▶ _Data for the task_

______

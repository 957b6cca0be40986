"""The /v1/calibrations contract through Flask's test client, with the starts and the summary
run in-process (as a worker runs them) on real Redis."""
import csv
import dataclasses
import io
import json
import uuid

import pytest

from jobs import accounts
from jobs.calibration_store import CalibrationStore
from tests.service.calibration_specs import K_TRUE, blowup_spec, decay_csv, decay_spec
from worker.run_calibration import reconcile_calibrations, run_unit


@pytest.fixture
def csettings(settings):
    return dataclasses.replace(settings, batch_queue=f"stifflane.test.c.{uuid.uuid4().hex[:8]}", lease_seconds=1.0,
                               batch_stale_seconds=1, calibration_chunk_size=2)


@pytest.fixture
def capp(csettings, store):
    from service import create_app

    return create_app(csettings, store=store)


@pytest.fixture
def cclient(capp):
    return capp.test_client()


@pytest.fixture
def cstore(csettings, store):
    return CalibrationStore(store.r, csettings)


def submit(client, body, **kw):
    return client.post("/v1/calibrations", data=json.dumps(body), content_type="application/json", **kw)


def drain(cstore, cal_id, units=None):
    """Run every published unit in-process, as a worker would, until none is left."""
    queue = list(units if units is not None else range(cstore.get(cal_id).n_chunks))
    ran = []
    while queue:
        unit = queue.pop(0)
        ran.append((unit, run_unit(cstore, lambda c, u: queue.append(u), cal_id, unit)))
    return ran


def test_submit_answers_202_with_a_view_and_writes_no_key_per_start(cclient, cstore):
    r = submit(cclient, decay_spec(starts=50))
    assert r.status_code == 202, r.get_json()
    body = r.get_json()
    assert body["starts"] == 50 and r.headers["Location"] == f"/v1/calibrations/{body['id']}"
    assert body["data"]["rows"] == 7 and body["data"]["points"] == 7 and body["data"]["skipped_cells"] == 0
    view = cclient.get(body["links"]["self"]).get_json()
    assert view["state"] == "queued" and view["stage"] == "starts" and view["chunks"] == 25
    assert view["progress"]["total"] == 50 and view["progress"]["remaining"] == 50
    assert view["progress"]["best_sum_of_squares"] is None and view["unknowns"] == ["k"]
    assert len(cstore.r.keys(cstore.keys.prefix + ":calibration*")) <= 5  # record, leases, indexes


def test_a_first_order_decay_is_fitted_to_its_closed_form(cclient, cstore):
    """Data from k = 0.3 without noise: the estimate is 0.3 to 6 digits."""
    cal_id = submit(cclient, decay_spec()).get_json()["id"]
    drain(cstore, cal_id)
    view = cclient.get(f"/v1/calibrations/{cal_id}").get_json()
    assert view["state"] == "succeeded" and view["stage"] == "done", view
    p = view["progress"]
    assert (p["done"], p["failed"], p["remaining"], p["fraction"]) == (4, 0, 0, 1.0)
    assert p["best_sum_of_squares"] < 1e-8 and p["eta_seconds"] == 0.0
    res = cclient.get(f"/v1/calibrations/{cal_id}/result").get_json()
    (k,) = res["unknowns"]
    assert k["name"] == "k" and k["estimate"] == pytest.approx(K_TRUE, rel=1e-6)
    assert k["ci95"][0] <= k["estimate"] <= k["ci95"][1] and k["at_bound"] is False
    assert len(res["starts"]) == 4
    ssq = [s["sum_of_squares"] for s in res["starts"]]
    assert ssq == sorted(ssq) and res["sum_of_squares"] == pytest.approx(min(ssq), abs=1e-8)
    assert res["points"] == 7 and res["dof"] == 6 and "qualified person" in res["caution"]
    (exp,) = res["experiments"]
    assert exp["name"] == "run1" and len(exp["fitted"]["A"]) == 7 and len(exp["residuals"]["A"]) == 7
    assert int(cstore.r.hget(cstore.keys.calibration(cal_id), "writes")) == 3  # 2 chunks + the summary


def test_the_estimate_as_csv_tables_starts_with_the_caution(cclient, cstore):
    cal_id = submit(cclient, decay_spec()).get_json()["id"]
    drain(cstore, cal_id)
    tables = {}
    for which in ("parameters", "starts", "residuals", "correlation"):
        r = cclient.get(f"/v1/calibrations/{cal_id}/result?format=csv&table={which}")
        assert r.status_code == 200 and r.mimetype == "text/csv"
        text = r.get_data(as_text=True)
        assert text.startswith("# caution: ") and "qualified person" in text.splitlines()[0]
        tables[which] = list(csv.DictReader(io.StringIO(text.split("\n", 1)[1])))
    (row,) = tables["parameters"]
    assert row["name"] == "k" and float(row["estimate"]) == pytest.approx(K_TRUE, rel=1e-6)
    assert float(row["ci95_low"]) < float(row["ci95_high"]) and row["at_bound"] == "false"
    assert len(tables["starts"]) == 4 and {"x0_k", "x_k", "status"} <= set(tables["starts"][0])
    assert len(tables["residuals"]) == 7 and tables["residuals"][0]["experiment"] == "run1"
    assert tables["correlation"][0]["k"] in ("1.0", "")
    accept = cclient.get(f"/v1/calibrations/{cal_id}/result", headers={"Accept": "text/csv"})
    assert accept.mimetype == "text/csv"
    assert cclient.get(f"/v1/calibrations/{cal_id}/result?table=fitted").status_code == 400


def test_csv_data_with_empty_cells_are_skipped_and_counted(cclient, cstore):
    spec = decay_spec()
    spec["experiments"] = [{"name": "run1", "span": [0.0, 10.0], "csv": decay_csv(skip=2)}]
    r = submit(cclient, spec)
    assert r.status_code == 202, r.get_json()
    assert r.get_json()["data"]["skipped_cells"] == 2 and r.get_json()["data"]["points"] == 5
    cal_id = r.get_json()["id"]
    drain(cstore, cal_id)
    res = cclient.get(f"/v1/calibrations/{cal_id}/result").get_json()
    assert res["unknowns"][0]["estimate"] == pytest.approx(K_TRUE, rel=1e-6) and res["points"] == 5
    assert cclient.get(f"/v1/calibrations/{cal_id}/spec").get_json()["experiments"][0]["csv"] == decay_csv(skip=2)


def test_progress_shows_starts_done_and_the_best_sum_of_squares_so_far(cclient, cstore):
    cal_id = submit(cclient, decay_spec(starts=6)).get_json()["id"]
    assert run_unit(cstore, lambda c, u: None, cal_id, 0) == "done"
    view = cclient.get(f"/v1/calibrations/{cal_id}").get_json()
    assert view["state"] == "running" and view["stage"] == "starts"
    p = view["progress"]
    assert (p["done"] + p["failed"], p["remaining"], p["total"]) == (2, 4, 6)
    assert p["best_sum_of_squares"] is not None and p["best_start"] in (0, 1)
    r = cclient.get(f"/v1/calibrations/{cal_id}/result")
    assert r.status_code == 409 and r.get_json()["state"] == "running"


def test_cancel_settles_waiting_starts_and_a_running_chunk_stops_at_its_next_start(cclient, cstore):
    cal_id = submit(cclient, decay_spec(starts=6)).get_json()["id"]
    status, attempt = cstore.claim_chunk(cal_id, 0)  # a worker holds chunk 0
    assert status == "claimed"
    r = cclient.post(f"/v1/calibrations/{cal_id}/cancel")
    assert r.status_code == 202 and r.get_json()["cancel_requested"] is True
    assert r.get_json()["state"] == "running"  # chunk 0 still runs
    assert cstore.heartbeat_chunk(cal_id, 0, attempt) == 1  # the worker learns of the cancel
    assert cstore.finish_chunk(cal_id, 0, attempt, (1, 0, 1), 0, (0.5, 0), b"x\x9c\x03\x00\x00\x00\x00\x01") == 2
    view = cclient.get(f"/v1/calibrations/{cal_id}").get_json()
    assert view["state"] == "cancelled" and view["stage"] == "done"
    assert (view["progress"]["done"], view["progress"]["cancelled"]) == (1, 5)
    r = cclient.get(f"/v1/calibrations/{cal_id}/result")
    assert r.status_code == 409 and r.get_json()["state"] == "cancelled"
    assert drain(cstore, cal_id, [1, 2, 3]) == [(1, "cancelled"), (2, "cancelled"), (3, "done")]
    assert cclient.post(f"/v1/calibrations/{cal_id}/cancel").status_code == 202  # again: no change


def test_cancel_of_a_finished_or_summarising_calibration_is_409(cclient, cstore):
    cal_id = submit(cclient, decay_spec(starts=2)).get_json()["id"]
    assert run_unit(cstore, lambda c, u: None, cal_id, 0) == "done"  # every start in: the summary is due
    r = cclient.post(f"/v1/calibrations/{cal_id}/cancel")
    assert r.status_code == 409 and r.get_json()["type"].endswith("/summarising")
    assert cclient.get(f"/v1/calibrations/{cal_id}").get_json()["stage"] == "summary"
    assert run_unit(cstore, lambda c, u: None, cal_id, 1) == "written"
    r = cclient.post(f"/v1/calibrations/{cal_id}/cancel")
    assert r.status_code == 409 and r.get_json()["state"] == "succeeded"


def test_a_start_whose_solves_fail_is_counted_not_a_crash(cclient, cstore):
    """k >= 1 blows the solution up inside the span: those solves fail, are penalised and
    counted; the calibration still finds k = 0.5 from the other starts."""
    cal_id = submit(cclient, blowup_spec()).get_json()["id"]
    drain(cstore, cal_id)
    view = cclient.get(f"/v1/calibrations/{cal_id}").get_json()
    assert view["state"] == "succeeded", view
    res = cclient.get(f"/v1/calibrations/{cal_id}/result").get_json()
    failed_solves = sum(s["failed_solves"] for s in res["starts"])
    assert failed_solves >= 1 and view["progress"]["failed_solves"] == failed_solves
    assert res["unknowns"][0]["estimate"] == pytest.approx(0.5, rel=1e-5)
    assert len(res["starts"]) == 4


def test_when_every_start_fails_the_calibration_fails_with_a_message(cclient, cstore, monkeypatch):
    from calibration import fit

    def broken(problem, index, x0):
        raise RuntimeError("no convergence at all")

    monkeypatch.setattr(fit, "run_start", broken)
    cal_id = submit(cclient, decay_spec(starts=2)).get_json()["id"]
    drain(cstore, cal_id)
    view = cclient.get(f"/v1/calibrations/{cal_id}").get_json()
    assert view["state"] == "failed" and view["progress"]["failed"] == 2
    assert "every one of the 2 starts failed" in view["message"] and "no convergence" in view["message"]
    r = cclient.get(f"/v1/calibrations/{cal_id}/result")
    assert r.status_code == 409 and "no convergence" in r.get_json()["detail"]


def test_a_lost_worker_unit_is_requeued_fenced_and_counted_once(cclient, cstore):
    cal_id = submit(cclient, decay_spec(starts=2)).get_json()["id"]
    status, stale_attempt = cstore.claim_chunk(cal_id, 0)
    assert status == "claimed"
    import time

    time.sleep(1.2)  # the lease (1 s in these settings) runs out: the worker is gone
    published = []
    reconcile_calibrations(cstore, lambda c, u: published.append(u))
    assert published == [0]
    drain(cstore, cal_id, published)
    assert cstore.finish_chunk(cal_id, 0, stale_attempt, (2, 0, 0), 0, None, b"") == 0  # fenced out
    view = cclient.get(f"/v1/calibrations/{cal_id}").get_json()
    assert view["state"] == "succeeded" and view["progress"]["done"] == 2
    assert int(cstore.r.hget(cstore.keys.calibration(cal_id), "writes")) == 2


def test_the_same_idempotency_key_returns_the_first_calibration(cclient):
    h = {"Idempotency-Key": "cal-1"}
    first, again = submit(cclient, decay_spec(), headers=h), submit(cclient, decay_spec(), headers=h)
    assert first.status_code == again.status_code == 202
    assert first.get_json()["id"] == again.get_json()["id"] and again.headers["Idempotent-Replayed"] == "true"
    other = submit(cclient, decay_spec(starts=3), headers=h)
    assert other.status_code == 422 and other.get_json()["type"].endswith("/idempotency-mismatch")
    assert len(cclient.get("/v1/calibrations").get_json()["items"]) == 1


def test_list_pages_newest_first_with_a_next_link(cclient):
    ids = [submit(cclient, decay_spec(label=f"c{i}")).get_json()["id"] for i in range(5)]
    seen, url = [], "/v1/calibrations?limit=2"
    while url:
        r = cclient.get(url)
        assert r.status_code == 200
        seen += [v["id"] for v in r.get_json()["items"]]
        link = r.headers.get("Link")
        url = link[1:link.index(">")] if link else None
        assert (r.get_json()["next_cursor"] is None) == (link is None)
    assert seen == ids[::-1]
    assert cclient.get("/v1/calibrations?limit=0").status_code == 400


def test_a_quota_limits_active_calibrations_per_owner(csettings, store):
    from service import create_app

    c = create_app(dataclasses.replace(csettings, max_active_calibrations=1), store=store).test_client()
    assert submit(c, decay_spec()).status_code == 202
    r = submit(c, decay_spec())
    assert r.status_code == 429 and r.headers["Retry-After"]


@pytest.fixture
def secured(csettings, store):
    from service import create_app

    app = create_app(dataclasses.replace(csettings, auth_mode="keys"), store=store)
    keys = {}
    for owner in ("ana", "ben"):
        _, key = accounts.create_key(store.r, store.keys, owner)
        keys[owner] = {"Authorization": f"Bearer {key}"}
    return app, keys


def test_every_calibration_endpoint_is_404_for_another_owner(secured, csettings, store):
    """Walks the URL map: no endpoint that names a calibration serves it to a second key."""
    app, who = secured
    c = app.test_client()
    cal_id = submit(c, decay_spec(), headers=who["ana"]).get_json()["id"]
    drain(CalibrationStore(store.r, csettings), cal_id)
    probed = 0
    for rule in app.url_map.iter_rules():
        if "calibration_id" not in rule.arguments:
            continue
        path = rule.rule.replace("<calibration_id>", cal_id)
        for method in sorted(rule.methods - {"HEAD", "OPTIONS"}):
            r = c.open(path, method=method, headers=who["ben"])
            text = r.get_data(as_text=True)
            assert r.status_code == 404, (method, path, r.status_code)
            assert "decay" not in text and '"state"' not in text, (method, path)
            probed += 1
    assert probed == 4
    assert c.get("/v1/calibrations", headers=who["ben"]).get_json()["items"] == []
    assert c.get(f"/v1/calibrations/{cal_id}/result", headers=who["ana"]).status_code == 200
    assert c.get("/v1/calibrations", headers={}).status_code == 401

______

▶ _Exercise_
If a line of the data holds the string "qualified", list it.

▶ _Solution to this problem_
    assert res["points"] == 7 and res["dof"] == 6 and "qualified person" in res["caution"]
        assert text.startswith("# caution: ") and "qualified person" in text.splitlines()[0]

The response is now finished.